### EXERCISE AIM
Filter the entries for the word "pair". Copy each line that has it.

Collected data:
--------------------------------

#include "core/reconcile/reconcile_problem.h"

#include <algorithm>
#include <cmath>
#include <limits>
#include <set>

#include "core/io/text_table.h"
#include "core/model/problem_codes.h"

namespace tl {
namespace {

constexpr std::array<std::string_view, kAdjustParamCount> kAdjustKeys = {"b", "pb", "qb", "catch", "diet"};
constexpr std::array<std::string_view, kAdjustParamCount> kAdjustSymbols = {"B", "P/B", "Q/B", "catch", "diet"};

Param modelParam(AdjustParam p)
{
    switch (p) {
    case AdjustParam::Biomass: return Param::Biomass;
    case AdjustParam::PB: return Param::PB;
    default: return Param::QB;
    }
}

Problem optionProblem(const Model& model, std::size_t i, std::string message)
{
    Problem p;
    p.code = code::kReconcileOption;
    p.compartment = i < model.size() ? model.compartment(i).name : "";
    p.message = std::move(message);
    return p;
}

}  // namespace

std::string_view adjustKey(AdjustParam p) { return kAdjustKeys[static_cast<std::size_t>(p)]; }
std::string_view adjustSymbol(AdjustParam p) { return kAdjustSymbols[static_cast<std::size_t>(p)]; }
std::optional<AdjustParam> parseAdjustKey(std::string_view key)
{
    if (key == "biomass") return AdjustParam::Biomass;
    for (std::size_t k = 0; k < kAdjustParamCount; ++k)
        if (kAdjustKeys[k] == key) return static_cast<AdjustParam>(k);
    return std::nullopt;
}

std::string_view constraintKey(ConstraintKind k)
{
    switch (k) {
    case ConstraintKind::EEMax: return "ee_max";
    case ConstraintKind::EEMin: return "ee_min";
    case ConstraintKind::EEGiven: return "ee_given";
    case ConstraintKind::PQMin: return "pq_min";
    case ConstraintKind::PQMax: return "pq_max";
    case ConstraintKind::RespirationNonNegative: return "respiration_non_negative";
    case ConstraintKind::DetritusSupply: return "detritus_supply";
    case ConstraintKind::DietSum: return "diet_sum";
    }
    return "";
}

std::string ReconcileConstraint::describe(const Model& model) const
{
    const std::string& name = model.compartment(compartment).name;
    const std::string b = displayNumber(bound);
    switch (kind) {
    case ConstraintKind::EEMax: return "EE of " + name + " <= " + b;
    case ConstraintKind::EEMin: return "EE of " + name + " >= " + b;
    case ConstraintKind::EEGiven: return "EE of " + name + " = " + b + " (given)";
    case ConstraintKind::PQMin: return "P/Q of " + name + " >= " + b;
    case ConstraintKind::PQMax: return "P/Q of " + name + " <= " + b;
    case ConstraintKind::RespirationNonNegative: return "respiration of " + name + " >= 0";
    case ConstraintKind::DetritusSupply: return "consumption of " + name + " <= its inflow";
    case ConstraintKind::DietSum: return "diet of " + name + " sums to " + b;
    }
    return {};
}

// Values at x, shared by the objective, the constraints and the reports.
struct ReconcileProblem::Flows {
    Eigen::VectorXd b, pb, qb, y;  // inputs at x
    Eigen::VectorXd q, p;          // Q = B Q/B, P = B P/B
    Eigen::VectorXd predation;     // sum_j DC_ij Q_j (pools: their consumption)
    Eigen::VectorXd demand;        // predation + Y + E + BA (living)
};

namespace {

double valueAt(const Eigen::VectorXd& x, int var, double v0) { return var < 0 ? v0 : v0 * std::exp(x[var]); }

// CV of a given value and the words that say where it comes from.
std::pair<double, std::string> confidenceCv(const Compartment& c, Param p, const BalanceRules& rules)
{
    const Confidence& conf = c.confidenceOf(p);
    if (conf.cv && *conf.cv > 0.0) return {*conf.cv, "CV " + displayNumber(*conf.cv)};
    if (conf.grade != Confidence::Grade::None) {
        const auto g = static_cast<std::size_t>(conf.grade) - 1;
        return {rules.cvByGrade[g], "grade " + std::string(gradeKey(conf.grade))};
    }
    return {rules.cvByGrade[2], "no grade (C assumed)"};
}

}  // namespace

ReconcileProblem ReconcileProblem::build(const Model& model, const ReconcileOptions& options)
{
    ReconcileProblem pr;
    const std::size_t n = model.size();
    pr.n_ = n;

    // 1. The balance at the point estimate gives the start of every unknown.
    const BalancePlan plan = BalancePlan::build(model);
    if (plan.hasStructuralErrors()) {
        pr.problems_ = plan.problems();
        Problem p;
        p.code = code::kReconcileUnsolvable;
        p.message = "the scenario cannot be balanced as it stands (see the problems above); reconcile changes "
                    "values, not which values are unknown";
        pr.problems_.push_back(std::move(p));
        return pr;
    }
    const BalanceInputs in = BalanceInputs::fromModel(model);
    BalanceWorkspace ws = plan.makeWorkspace();
    BalanceValues v = plan.makeValues();
    plan.solve(in, ws, v);
    if (v.status != NumericStatus::Solved) {
        Problem p;
        p.code = code::kReconcileUnsolvable;
        p.message = "the balance equations of the scenario are singular; reconcile needs a solvable scenario";
        pr.problems_.push_back(std::move(p));
        return pr;
    }

    pr.kinds_.resize(n);
    pr.b0_ = v.biomass;
    pr.pb0_ = v.pb;
    pr.qb0_ = v.qb;
    pr.y0_ = in.catchTotal;
    pr.e_ = in.netEmigration;
    pr.ba_ = in.biomassAccum;
    pr.u_ = in.unassim;
    pr.import_ = in.detritusImport;
    pr.routing_ = in.routing;
    pr.discardsToPool_ = in.discardsToPool;
    pr.vb_.assign(n, -1);
    pr.vp_.assign(n, -1);
    pr.vq_.assign(n, -1);
    pr.vy_.assign(n, -1);
    pr.dietByPredator_.assign(n, {});

    std::set<std::pair<std::size_t, AdjustParam>> pinned;
    for (const auto& [i, p] : options.pins) {
        if (i >= n) {
            pr.problems_.push_back(optionProblem(model, i, "a pin names a compartment the scenario does not have"));
            continue;
        }
        pinned.insert({i, p});
    }
    for (const auto& [key, bounds] : options.bounds) {
        if (key.first >= n || key.second == AdjustParam::Diet) {
            pr.problems_.push_back(optionProblem(model, key.first, "bounds apply to B, P/B, Q/B or catch only"));
        } else if (bounds.lower && bounds.upper && *bounds.lower > *bounds.upper) {
            pr.problems_.push_back(optionProblem(model, key.first,
                                                 "the lower bound on " + std::string(adjustSymbol(key.second)) +
                                                     " is above its upper bound"));
        } else if ((bounds.lower && !(*bounds.lower > 0.0)) || (bounds.upper && !(*bounds.upper > 0.0))) {
            pr.problems_.push_back(optionProblem(model, key.first, "bounds must be positive numbers"));
        }
    }
    const double logFactor = std::log(options.maxFactor);

    auto addLogVariable = [&](std::size_t i, AdjustParam p, double value0, bool solved) {
        ReconcileVariable var;
        var.compartment = i;
        var.param = p;
        var.value0 = value0;
        var.solved = solved;
        var.lower = -logFactor;
        var.upper = logFactor;
        if (solved) {
            var.confidence = "solved by the balance";
        } else if (p == AdjustParam::Catch) {
            var.cv = options.catchCv;
            var.confidence = "catch CV " + displayNumber(options.catchCv);
        } else {
            std::tie(var.cv, var.confidence) = confidenceCv(model.compartment(i), modelParam(p), model.rules);
        }
        var.weight = solved ? 0.0 : 1.0 / (var.cv * var.cv);
        if (const auto it = options.bounds.find({i, p}); it != options.bounds.end()) {
            if (it->second.lower && *it->second.lower > 0.0)
                var.lower = std::max(var.lower, std::log(*it->second.lower / value0));
            if (it->second.upper && *it->second.upper > 0.0)
                var.upper = std::min(var.upper, std::log(*it->second.upper / value0));
        }
        pr.vars_.push_back(std::move(var));
        return static_cast<int>(pr.vars_.size() - 1);
    };

    // 2. Log-multiplier variables on B, P/B, Q/B and catch.
    for (std::size_t i = 0; i < n; ++i) {
        const Compartment& c = model.compartment(i);
        pr.kinds_[i] = c.kind;
        if (!c.isLiving()) {
            pr.pools_.push_back(i);
            continue;
        }
        pr.living_.push_back(i);
        const bool consumer = c.kind == CompartmentKind::Consumer;
        const Unknown unknown = plan.unknownOf(i);
        const PqStandIn standIn = plan.pqStandInOf(i);
        const auto ii = static_cast<Eigen::Index>(i);
        const double b0 = v.biomass[ii], pb0 = v.pb[ii], qb0 = v.qb[ii];
        if (!(b0 > 0.0) || !(pb0 > 0.0) || (consumer && !(qb0 > 0.0)) || !std::isfinite(b0 * pb0 * (consumer ? qb0 : 1.0))) {
            Problem p;
            p.code = code::kReconcileUnsolvable;
            p.compartment = c.name;
            p.message = "the balance gives " + c.name + " B = " + displayNumber(b0) + ", P/B = " + displayNumber(pb0) +
                        (consumer ? ", Q/B = " + displayNumber(qb0) : std::string()) +
                        "; reconcile works on positive values (multipliers)";
            p.hint = "give the values that the balance solves as negative, or make another value the unknown";
            pr.problems_.push_back(std::move(p));
            continue;
        }
        auto movable = [&](AdjustParam p, bool kindMoves) { return kindMoves && !pinned.count({i, p}); };

        if (unknown == Unknown::Biomass)
            pr.vb_[i] = addLogVariable(i, AdjustParam::Biomass, b0, true);
        else if (movable(AdjustParam::Biomass, options.moveBiomass))
            pr.vb_[i] = addLogVariable(i, AdjustParam::Biomass, b0, false);

        // P/B and Q/B, one of which may stand on the other through a given P/Q.
        const bool pbTied = standIn == PqStandIn::PBFromPQ || unknown == Unknown::QBTiedPB;
        const bool qbTied = standIn == PqStandIn::QBFromPQ;
        if (!pbTied) {
            if (unknown == Unknown::PB)
                pr.vp_[i] = addLogVariable(i, AdjustParam::PB, pb0, true);
            else if (movable(AdjustParam::PB, options.movePB) && !(qbTied && pinned.count({i, AdjustParam::QB})))
                pr.vp_[i] = addLogVariable(i, AdjustParam::PB, pb0, false);
        }
        if (consumer && !qbTied) {
            if (unknown == Unknown::QB || unknown == Unknown::QBTiedPB)
                pr.vq_[i] = addLogVariable(i, AdjustParam::QB, qb0, true);
            else if (movable(AdjustParam::QB, options.moveQB) && !(pbTied && pinned.count({i, AdjustParam::PB})))
                pr.vq_[i] = addLogVariable(i, AdjustParam::QB, qb0, false);
        }
        if (pbTied) pr.vp_[i] = pr.vq_[i];
        if (qbTied) pr.vq_[i] = pr.vp_[i];

        if (pr.y0_[ii] > 0.0 && movable(AdjustParam::Catch, options.moveCatch))
            pr.vy_[i] = addLogVariable(i, AdjustParam::Catch, pr.y0_[ii], false);
    }
    if (!pr.ok()) return pr;

    // 3. Diet fractions of the predators whose diet moves (at least two non-zero prey).
    std::vector<std::pair<std::size_t, double>> dietSums;  // predator, prey sum
    for (std::size_t j = 0; j < n; ++j) {
        if (model.compartment(j).kind != CompartmentKind::Consumer) continue;
        const auto row = model.dietRow(j);
        const bool moves = options.moveDiet && !pinned.count({j, AdjustParam::Diet}) &&
                           std::count_if(row.begin(), row.end(), [](const GridEntry& e) { return e.value > 0.0; }) >= 2;
        double sum = 0.0;
        // Each share weighs by its row's data confidence (Compartment::dietConfidence),
        // else by the options' diet CV.
        const Confidence& rowConfidence = model.compartment(j).dietConfidence;
        const auto statedRowCv = statedCv(rowConfidence, model.rules);
        const double rowCv = statedRowCv.value_or(options.dietCv);
        const std::string rowLabel =
            !statedRowCv ? "diet CV " + displayNumber(options.dietCv) + " (no confidence given)"
            : rowConfidence.cv && *rowConfidence.cv > 0.0 ? "diet CV " + displayNumber(rowCv)
                                                          : "diet grade " + std::string(gradeKey(rowConfidence.grade));
        for (const auto& [prey, dc] : row) {
            DietEntry entry{prey, dc, -1};
            if (moves && dc > 0.0) {
                ReconcileVariable var;
                var.compartment = j;
                var.param = AdjustParam::Diet;
                var.prey = prey;
                var.start = dc;
                var.scale = dc;
                var.value0 = dc;
                var.cv = rowCv;
                var.weight = 1.0 / (rowCv * rowCv);
                var.lower = 0.0;
                var.upper = 1.0;
                var.confidence = rowLabel;
                pr.vars_.push_back(std::move(var));
                entry.var = static_cast<int>(pr.vars_.size() - 1);
                sum += dc;
            }
            pr.dietByPredator_[j].push_back(entry);
        }
        if (moves) dietSums.push_back({j, sum});
    }

    pr.preyIndex_.assign(n, {});
    for (std::size_t j = 0; j < n; ++j)
        for (std::size_t k = 0; k < pr.dietByPredator_[j].size(); ++k)
            pr.preyIndex_[pr.dietByPredator_[j][k].prey].push_back({j, k});

    // 4. Constraints, scaled at the start so that each is about 1 in size.
    const Eigen::VectorXd x0 = pr.startPoint();
    Flows f;
    pr.computeFlows(x0, f);
    auto add = [&](ConstraintKind kind, std::size_t i, double bound, double scale, bool equality) {
        pr.cons_.push_back({kind, i, bound, scale > 0.0 && std::isfinite(scale) ? scale : 1.0, equality});
        (equality ? pr.equalities_ : pr.inequalities_).push_back(pr.cons_.size() - 1);
    };
    for (std::size_t i : pr.living_) {
        const auto ii = static_cast<Eigen::Index>(i);
        const double scale = std::max(f.p[ii], std::abs(f.demand[ii]));
        const Unknown unknown = plan.unknownOf(i);
        if (unknown == Unknown::EE) {
            const auto maxIt = options.eeMax.find(i);
            add(ConstraintKind::EEMax, i, maxIt != options.eeMax.end() ? maxIt->second : model.rules.eeMax, scale, false);
            if (const auto minIt = options.eeMin.find(i); minIt != options.eeMin.end())
                add(ConstraintKind::EEMin, i, minIt->second, scale, false);
        } else {
            add(ConstraintKind::EEGiven, i, in.ee[ii], scale, true);
        }
        if (pr.kinds_[i] != CompartmentKind::Consumer) continue;
        // Linear in the log variables; a ratio that no variable moves is left to the Checks.
        if (pr.vp_[i] == pr.vq_[i]) continue;
        const auto range = options.pqRange.count(i) ? options.pqRange.at(i)
                                                    : std::pair{model.rules.pqMin, model.rules.pqMax};
        add(ConstraintKind::PQMin, i, range.first, 1.0, false);
        add(ConstraintKind::PQMax, i, range.second, 1.0, false);
        if (pr.u_[ii] < 1.0) add(ConstraintKind::RespirationNonNegative, i, 1.0 - pr.u_[ii], 1.0, false);
    }
    for (std::size_t d : pr.pools_) {
        const auto dd = static_cast<Eigen::Index>(d);
        if (!(f.predation[dd] > 0.0)) {
            bool eatenByMovingDiet = false;
            for (const auto& entries : pr.dietByPredator_)
                for (const DietEntry& e : entries) eatenByMovingDiet |= e.prey == d && e.var >= 0;
            if (!eatenByMovingDiet) continue;
        }
        Eigen::VectorXd values;
        add(ConstraintKind::DetritusSupply, d, 1.0, 1.0, false);
        pr.evaluate(x0, values, nullptr);  // inflow at start sets the scale
        const double inflow = f.predation[dd] - values[static_cast<Eigen::Index>(pr.cons_.size() - 1)];
        pr.cons_.back().scale = std::max({std::abs(inflow), f.predation[dd], 1e-12});
    }
    for (const auto& [j, sum] : dietSums) add(ConstraintKind::DietSum, j, sum, 1.0, true);
    return pr;
}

--------------------------------

### ANSWER TO THIS EXERCISE
std::pair<double, std::string> confidenceCv(const Compartment& c, Param p, const BalanceRules& rules)
    std::set<std::pair<std::size_t, AdjustParam>> pinned;
    std::vector<std::pair<std::size_t, double>> dietSums;  // predator, prey sum
                                                    : std::pair{model.rules.pqMin, model.rules.pqMax};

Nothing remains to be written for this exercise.